The 2021-2022 school year will be one of Mock Trial’s largest years.
The team has the most members in the past five years, with 26 new and returning members competing, said Mock Trial Coach Rick Lewkowitz.
“The new students seem to have lots of energy and enthusiasm, which is always a good thing,” Lewkowitz said.
In Mock Trial, multiple high schools compete against each other in a mock criminal trial. Each school has two teams. One team is the prosecution while the other one is the defense. Both teams compete against the corresponding teams from opposing schools. Different schools debate against each other on different levels, starting with county and going up to state.
Lewkowitz aims to take the Mock Trial team to county competitions. There are 18 teams entered in county-level competitions.
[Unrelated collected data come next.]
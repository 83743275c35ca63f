/** The program's version, as package.json states it. */
import { readFileSync } from 'node:fs';

interface PackageFile {
  readonly version: string;
}

// dist/sim/command → the package's root
const packageFile = new URL('../../../package.json', import.meta.url);

export const VERSION = (JSON.parse(readFileSync(packageFile, 'utf8')) as PackageFile).version;
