/**
 * Progress of long work on standard error: a bar on a terminal, plain lines now and then elsewhere.
 */
import { SingleBar } from 'cli-progress';

export interface Progress {
  update(done: number): void;
  stop(): void;
}

/** Seconds as a reader says them. */
export function duration(seconds: number): string {
  if (!Number.isFinite(seconds)) return '?';
  if (seconds < 90) return `${Math.max(1, Math.round(seconds))} s`;
  if (seconds < 5400) return `${Math.round(seconds / 60)} min`;
  return `${(seconds / 3600).toFixed(1)} h`;
}

/** A count with its size in words: 1.2 million. */
export function amount(x: number): string {
  if (x >= 1e6) return `${(x / 1e6).toFixed(x >= 1e8 ? 0 : 1)} million`;
  if (x >= 1e4) return `${Math.round(x / 1e3)} thousand`;
  return String(Math.round(x));
}

/** Bytes as a reader says them. */
export function size(bytes: number): string {
  const units = ['B', 'kB', 'MB', 'GB', 'TB'];
  let u = 0;
  let x = bytes;
  while (x >= 1000 && u < units.length - 1) {
    x /= 1000;
    u++;
  }
  return `${x >= 100 || u === 0 ? x.toFixed(0) : x.toFixed(1)} ${units[u]}`;
}

/**
 * @param total - units of work
 * @param unit - what a unit is, for the rate ("household-generations")
 * @param perUnit - how many of `unit` one unit of work stands for
 * @param quiet - no output at all
 */
export function progress(total: number, unit: string, perUnit: number, quiet: boolean): Progress {
  if (quiet || total === 0) return { update: () => {}, stop: () => {} };
  const began = performance.now();
  let first: number | null = null;
  const state = (done: number): { percent: string; rate: string; left: string } => {
    first ??= done;
    const seconds = (performance.now() - began) / 1000;
    const rate = (done - first) / seconds;
    return {
      percent: `${Math.floor((100 * done) / total)} %`,
      rate: rate > 0 ? `${amount(rate * perUnit)} ${unit} a second` : '',
      left: rate > 0 ? `${duration((total - done) / rate)} left` : '',
    };
  };
  if (process.stderr.isTTY) {
    const bar = new SingleBar({
      format: '{bar} {share}  {rate}  {left}',
      stream: process.stderr,
      barCompleteChar: '█',
      barIncompleteChar: '·',
      barsize: 24,
      hideCursor: true,
      clearOnComplete: true,
      linewrap: false,
      gracefulExit: false,
    });
    bar.start(total, 0, { share: '0 %', rate: '', left: '' });
    return {
      update: (done) => {
        const { percent, rate, left } = state(done);
        bar.update(done, { share: percent, rate, left });
      },
      stop: () => bar.stop(),
    };
  }
  let nextLine = 2;
  return {
    update: (done) => {
      const seconds = (performance.now() - began) / 1000;
      const { percent, rate, left } = state(done);
      if (seconds < nextLine || done >= total) return;
      nextLine = Math.max(seconds + 2, seconds * 1.5);
      console.error([percent, rate, left].filter((part) => part !== '').join(', '));
    },
    stop: () => {},
  };
}

/** A count with its noun: `1 arm`, `2 arms`. */
export function counted(n: number, noun: string): string {
  return `${n} ${noun}${n === 1 ? '' : 's'}`;
}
This year’s case involves the death of a landlord who was killed by a snake in his mailbox. The defense will argue that the death of the landlord was a pure accident, and the prosecution will claim that an upset tenant intentionally planted the snake due to his possession of snake handling equipment.
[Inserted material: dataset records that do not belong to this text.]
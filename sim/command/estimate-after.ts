/**
 * What a run adds once its tables are there: the regressions the study asks for, and the report.
 *
 * Both are written while the folder is still unfinished, so that a folder that is whole has them.
 */
import { readFileSync } from 'node:fs';
import { join } from 'node:path';
import type { Problem } from '../../network/errors.js';
import { studyEstimates } from '../estimate/of-study.js';
import type { Placer } from '../estimate/plan.js';
import type { PlanResults } from '../estimate/run.js';
import type { Codebook } from '../results/codebook.js';
import type { RunFolder } from '../results/folder.js';
import { folderSource } from '../results/open.js';
import { Results } from '../results/read.js';
import { reportHtml } from '../results/report/report.js';
import type { Study } from '../study/complete.js';
import { REPORT } from './report.js';

export { checkStudyEstimates } from '../estimate/of-study.js';

/** What was added to the folder. */
export interface Added {
  /** Null when the study has no estimates, or none could be had. */
  readonly estimates: PlanResults | null;
  /** Why estimates could not be had: said, but no reason to lose the run. */
  readonly problems: readonly Problem[];
}

/**
 * Runs the study's estimates and writes their files and the report into an unfinished folder. Call after the codebook
 * and before `finish`.
 *
 * @param notes - the run's notes, which the manifest does not hold yet
 */
export async function addEstimatesAndReport(
  folder: RunFolder,
  study: Study,
  place: Placer,
  notes: Readonly<Record<string, unknown>>,
): Promise<Added> {
  const dir = folder.finished ? folder.out : folder.partial;
  const codebook = JSON.parse(readFileSync(join(dir, 'codebook.json'), 'utf8')) as Codebook;
  const results = new Results(folderSource(dir), folder.manifest, codebook);
  const { estimates, files, problems } = await studyEstimates(study, results, folder.out, place);
  for (const [name, text] of Object.entries(files)) folder.writeFile(name, text);
  folder.writeFile(REPORT, await reportHtml(results, notes));
  return { estimates, problems };
}
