/**
 * What a run adds once its tables are there: the regressions the study asks for, and the report.
 *
 * Both are written while the folder is still unfinished, so that a folder that is whole has them. A study's estimates
 * are checked against the columns the run will have before anything is simulated.
 */
import { readFileSync } from 'node:fs';
import { join } from 'node:path';
import { InputError, type Problem } from '../../network/errors.js';
import { estimateFiles } from '../estimate/output.js';
import { panelSource } from '../estimate/panel.js';
import type { Placer } from '../estimate/plan.js';
import { type PlanResults, runEstimates } from '../estimate/run.js';
import type { Codebook } from '../results/codebook.js';
import type { RunFolder } from '../results/folder.js';
import { folderSource } from '../results/open.js';
import { Results } from '../results/read.js';
import { reportHtml } from '../results/report/report.js';
import { factsOf } from '../results/run-replicate.js';
import { tableNamed, tablesOf } from '../results/tables.js';
import type { Study } from '../study/complete.js';
import type { Prepared } from '../study/replicate.js';
import { REPORT } from './report.js';

/**
 * Refuses estimates that name columns or arms the run will not have. Call before the run.
 *
 * @param place - gives `file:line:column` of a part of the study
 * @throws {InputError} with every problem
 */
export async function checkStudyEstimates(prepared: Prepared, place: Placer): Promise<void> {
  const { study } = prepared;
  if (study.estimates === undefined) return;
  const tables = tablesOf(factsOf(prepared));
  const kinds = new Map<string, 'number' | 'text'>();
  for (const name of ['households', 'panel'] as const) {
    for (const field of tableNamed(tables, name).fields)
      kinds.set(field.name, field.type === 'text' ? 'text' : 'number');
  }
  // without replicates nothing is read: only the names are checked
  await runEstimates(
    study.estimates,
    {
      place: study.study,
      kinds,
      arms: study.arms.map((arm) => arm.name),
      replicates: [],
      seed: study.seed,
      read: () => Promise.reject(new Error('no rows to read before the run')),
    },
    place,
  );
}

/** What was added to the folder. */
export interface Added {
  /** Null when the study has no estimates, or none could be had. */
  readonly estimates: PlanResults | null;
  /** Why estimates could not be had: said, but no reason to lose the run. */
  readonly problems: readonly Problem[];
}

/**
 * Runs the study's estimates and writes their files and the report into an unfinished folder. Call after the codebook
 * and before `finish`.
 *
 * @param notes - the run's notes, which the manifest does not hold yet
 */
export async function addEstimatesAndReport(
  folder: RunFolder,
  study: Study,
  place: Placer,
  notes: Readonly<Record<string, unknown>>,
): Promise<Added> {
  const dir = folder.finished ? folder.out : folder.partial;
  const codebook = JSON.parse(readFileSync(join(dir, 'codebook.json'), 'utf8')) as Codebook;
  const results = new Results(folderSource(dir), folder.manifest, codebook);
  let estimates: PlanResults | null = null;
  let problems: readonly Problem[] = [];
  if (study.estimates !== undefined) {
    try {
      estimates = await runEstimates(study.estimates, await panelSource(results, folder.out), place);
      const files = estimateFiles(study.estimates, estimates, { source: study.study, plan: 'study.yaml' });
      for (const [name, text] of Object.entries(files)) folder.writeFile(name, text);
    } catch (error) {
      if (!(error instanceof InputError)) throw error;
      problems = error.problems;
    }
  }
  folder.writeFile(REPORT, await reportHtml(results, notes));
  return { estimates, problems };
}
Before the trial begins there is first a pretrial motion, when attorneys from both sides debate on whether an important piece of evidence to a case should be included based on constitutional rights, said senior team captain Nihal Gulati.
As an example, Gulati said the defense can argue to exclude the evidence of snake tongs because the evidence was obtained through video surveillance, which can be deemed a violation of the Fourth Amendment.
The trial then begins with opening statements from both sides.
The prosecution then asks questions to the witnesses in the case, which is followed by a cross-examination by the defense.
The trial ends with a closing argument from each side.
The team meets from 2 p.m. to 5 p.m. on Sundays in the Matthews Library.
Their next match against Tamalpais High School, Moreau Catholic High School and Lynbrook High School will take place on Saturday, Nov. 13 at 9 a.m.